*** Opening Records provided ***

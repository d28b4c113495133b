use super::*;
use crate::alarms::{AlarmKind, BoundKind};
use crate::gates::{Gate, GateTable};
use fixed::types::U0F32;

const BLOCK_PS: u64 = 1_000_000_000; // 1 ms

fn gates() -> GateTable {
    let half = U0F32::from_bits(1 << 31);
    GateTable::new(
        &[0, 0],
        &[
            Gate {
                channel: 0,
                start: U0F32::ZERO,
                end: U0F32::from_bits(1 << 30),
                basis: Basis::Z,
                bit: 0,
            },
            Gate {
                channel: 0,
                start: half,
                end: U0F32::from_bits(3 << 30),
                basis: Basis::Z,
                bit: 1,
            },
            Gate {
                channel: 1,
                start: U0F32::ZERO,
                end: half,
                basis: Basis::X,
                bit: 0,
            },
        ],
    )
    .unwrap()
}

fn monitor<const B: usize>() -> Monitor<B> {
    let cfg = StatsConfig::new(BLOCK_PS, 40_000, &gates()).unwrap();
    Monitor::new(cfg, AlarmConfig::DEFAULT)
}

fn trace(t_ps: u64, channel: u8, fate: Fate, slot: u64) -> Trace {
    Trace {
        t_ps: Some(t_ps),
        channel,
        slot: Some((slot, U0F32::ZERO)),
        gate: None,
        fate,
    }
}

fn bit(basis: Basis, bit: u8, tx_bit: Option<u8>) -> SiftedBit {
    SiftedBit {
        slot: 0,
        basis,
        bit,
        intensity: 0,
        multi_click: false,
        tx_bit,
    }
}

#[test]
fn config_duty_and_validation() {
    let cfg = StatsConfig::new(BLOCK_PS, 40_000, &gates()).unwrap();
    assert_eq!(cfg.duty_ppm(0), 500_000);
    assert_eq!(cfg.duty_ppm(1), 500_000);
    assert_eq!(cfg.duty_ppm(5), 0);
    assert_eq!(
        StatsConfig::new(0, 0, &gates()),
        Err(StatsConfigError::ZeroBlock)
    );
    assert_eq!(
        StatsConfig::new(10, 10, &gates()),
        Err(StatsConfigError::DeadTime(10))
    );
}

#[test]
fn rates_dead_time_off_gate_and_multi_clicks() {
    let mut m = monitor::<4>();
    // 1000 detections on channel 0 spread over one block, every 10th outside the gates, every
    // 50th slot with a second click; the clock locked throughout.
    let mut slot = 0;
    for i in 0..1000u64 {
        let t = i * (BLOCK_PS / 1000);
        let stage = if i % 10 == 0 {
            Fate::OutsideGates
        } else {
            Fate::InFlight
        };
        if stage == Fate::InFlight && i % 50 != 1 {
            slot += 1;
        }
        m.observe(&trace(t, 0, stage, slot), true);
    }
    m.advance(BLOCK_PS);
    let w = m.window();
    assert_eq!(m.window_blocks(), 1);
    assert_eq!(w.detections[0], 1000);
    // 1000 per ms = 1e6 Hz = 1e9 mHz.
    assert_eq!(w.rate_mhz(0), 1_000_000_000);
    // m·τ = 1e6/s × 40 ns = 4 %.
    assert_eq!(w.dead_fraction_ppm(0, 40_000), 40_000);
    // 100 off-gate in 0.999 ms locked; duty 1/2 → noise rate twice the off-gate rate.
    let off = w.off_gate_rate_mhz(0);
    assert_eq!(off, 100 * 1_000_000_000_000_000 / 999_000_000);
    assert_eq!(w.noise_rate_mhz(0, 500_000), 2 * off);
    assert_eq!(w.in_gate_noise_mhz(0, 500_000), off);
    // i = 51, 101, …, 951 repeat the previous gated slot (i = 1 follows an off-gate one).
    assert_eq!(w.multi_click_slots, 19);
    assert_eq!(w.multi_click_detections, 38);
    assert_eq!(
        w.gated_slots + w.multi_click_detections - w.multi_click_slots,
        900
    );
    let s = m.take_snapshot().unwrap();
    assert_eq!(
        (s.t_ps, s.window_blocks, s.detections[0]),
        (BLOCK_PS, 1, 1000)
    );
    assert_eq!(m.take_snapshot(), None);
}

#[test]
fn window_holds_at_most_blocks_and_gaps_close_empty_blocks() {
    let mut m = monitor::<3>();
    for k in 0..10u64 {
        m.observe(&trace(k * BLOCK_PS, 0, Fate::NoClock, 0), false);
        assert!(m.window_blocks() <= 3);
    }
    assert_eq!(m.window_blocks(), 3);
    assert_eq!(m.window().detections_in, 3);
    assert_eq!(m.since_start().detections_in, 10);
    // A gap of 100 blocks: the window empties, every block is counted.
    m.observe(&trace(109 * BLOCK_PS, 0, Fate::NoClock, 0), false);
    assert_eq!(m.blocks_closed(), 109);
    // 109 blocks closed and no snapshot taken: all but the last one replaced.
    assert_eq!(m.snapshots_replaced(), 108);
    assert_eq!(m.window().detections_in, 0);
    assert_eq!(m.since_start().detections_in, 11);
}

#[test]
fn qber_alarm_raises_and_clears() {
    let mut m = monitor::<2>();
    let mut t = 0;
    m.advance(t);
    // Block 1: 2000 tested Z bits, 20 % errors; Wilson upper bound far above 11 %.
    for i in 0..2000u32 {
        m.sifted(&bit(Basis::Z, 0, Some(u8::from(i % 5 == 0))));
    }
    t += BLOCK_PS;
    m.advance(t);
    let ev = m.pop_event().unwrap();
    assert_eq!(ev.kind, AlarmKind::QberHigh(Basis::Z));
    assert!(ev.raised && ev.value_ppm > 200_000 && ev.threshold_ppm == 110_028);
    assert_eq!(m.alarms().active(), AlarmKind::QberHigh(Basis::Z).bit());
    // Two clean blocks push the bad one out of the window: cleared.
    for _ in 0..2 {
        for _ in 0..2000 {
            m.sifted(&bit(Basis::Z, 0, Some(0)));
        }
        t += BLOCK_PS;
        m.advance(t);
    }
    let ev = m.pop_event().unwrap();
    assert_eq!((ev.kind, ev.raised), (AlarmKind::QberHigh(Basis::Z), false));
    assert_eq!(m.pop_event(), None);
    // Untested and X bits do not count towards the Z QBER.
    m.sifted(&bit(Basis::Z, 1, None));
    assert_eq!(m.since_start().errors(Basis::Z, None), (400, 6000));
}

#[test]
fn rate_collapse_and_lock_lost() {
    let mut m = monitor::<4>();
    let per_block = 100;
    let mut t = 0;
    for _ in 0..3 {
        for _ in 0..per_block {
            m.observe(&trace(t, 0, Fate::InFlight, t), true);
            t += BLOCK_PS / per_block;
        }
    }
    assert_eq!(m.pop_event(), None);
    // Blackout of 2.5 blocks; the first detection after it finds the clock lost.
    t += 5 * BLOCK_PS / 2;
    m.observe(&trace(t, 0, Fate::NoClock, 0), false);
    let kinds: Vec<_> = core::iter::from_fn(|| m.pop_event())
        .map(|e| (e.kind, e.raised))
        .collect();
    assert_eq!(
        kinds,
        [(AlarmKind::RateCollapse, true), (AlarmKind::LockLost, true)]
    );
    assert_eq!(m.alarms().raised_counts(), [0, 1, 1, 0, 0]);
    m.observe(&trace(t + 1, 0, Fate::InFlight, 1), true);
    assert_eq!(
        m.pop_event().map(|e| (e.kind, e.raised, e.t_ps)),
        Some((AlarmKind::LockLost, false, t + 1))
    );
}

#[test]
fn saturation_alarm() {
    let alarms = AlarmConfig::new(
        110_028,
        BoundKind::Wilson { z_q16: 1 << 16 },
        1000,
        0,
        250_000,
        30_000,
    )
    .unwrap();
    let cfg = StatsConfig::new(BLOCK_PS, 40_000, &gates()).unwrap();
    let mut m = Monitor::<2>::new(cfg, alarms);
    for i in 0..1000u64 {
        m.observe(&trace(i * BLOCK_PS / 1000, 1, Fate::InFlight, i), true);
    }
    m.advance(BLOCK_PS);
    let ev = m.pop_event().unwrap();
    assert_eq!(ev.kind, AlarmKind::Saturation { channel: 1 });
    assert_eq!((ev.value_ppm, ev.threshold_ppm), (40_000, 30_000));
}

#[test]
fn snapshot_round_trips() {
    let mut m = monitor::<2>();
    for i in 0..10u64 {
        m.observe(&trace(i, 1, Fate::OutsideGates, i), true);
        m.sifted(&bit(Basis::X, 1, Some(0)));
    }
    m.advance(BLOCK_PS);
    let s = m.take_snapshot().unwrap();
    assert_eq!(s.tested[1][0], (10, 10));
    assert_eq!(s.off_gate[1], 10);
    assert_eq!(s.upper_ppm[0], u32::MAX);
    let mut buf = [0u8; crate::formats::statistics::LEN];
    assert_eq!(s.emit(&mut buf), Ok(buf.len()));
    assert_eq!(Snapshot::parse(&buf), Ok(s));
    assert!(Snapshot::parse(&buf[1..]).is_err());
}

#[test]
fn ram_of_the_default_window() {
    // A compile-time fact, not a measurement: printed for the report.
    let size = core::mem::size_of::<Monitor<{ crate::stats::DEFAULT_BLOCKS }>>();
    println!(
        "Monitor<{}>: {size} bytes (one block: {} bytes)",
        crate::stats::DEFAULT_BLOCKS,
        core::mem::size_of::<Counts>()
    );
    // The window dominates: BLOCKS + 2 copies of Counts (ring, open block, totals) plus alarm
    // state and the pending snapshot; a budget of 9 KiB keeps growth visible.
    let counts = core::mem::size_of::<Counts>();
    assert!(size >= (crate::stats::DEFAULT_BLOCKS + 2) * counts);
    assert!(size <= 9 * 1024, "{size} bytes");
}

*** Closing Records provided ***

(Exercise instructions) Of the lines above, show those in which "None" appears.

(Answer section)
        gate: None,
    assert_eq!(m.take_snapshot(), None);
    assert_eq!(m.pop_event(), None);
    m.sifted(&bit(Basis::Z, 1, None));
    assert_eq!(m.since_start().errors(Basis::Z, None), (400, 6000));
    assert_eq!(m.pop_event(), None);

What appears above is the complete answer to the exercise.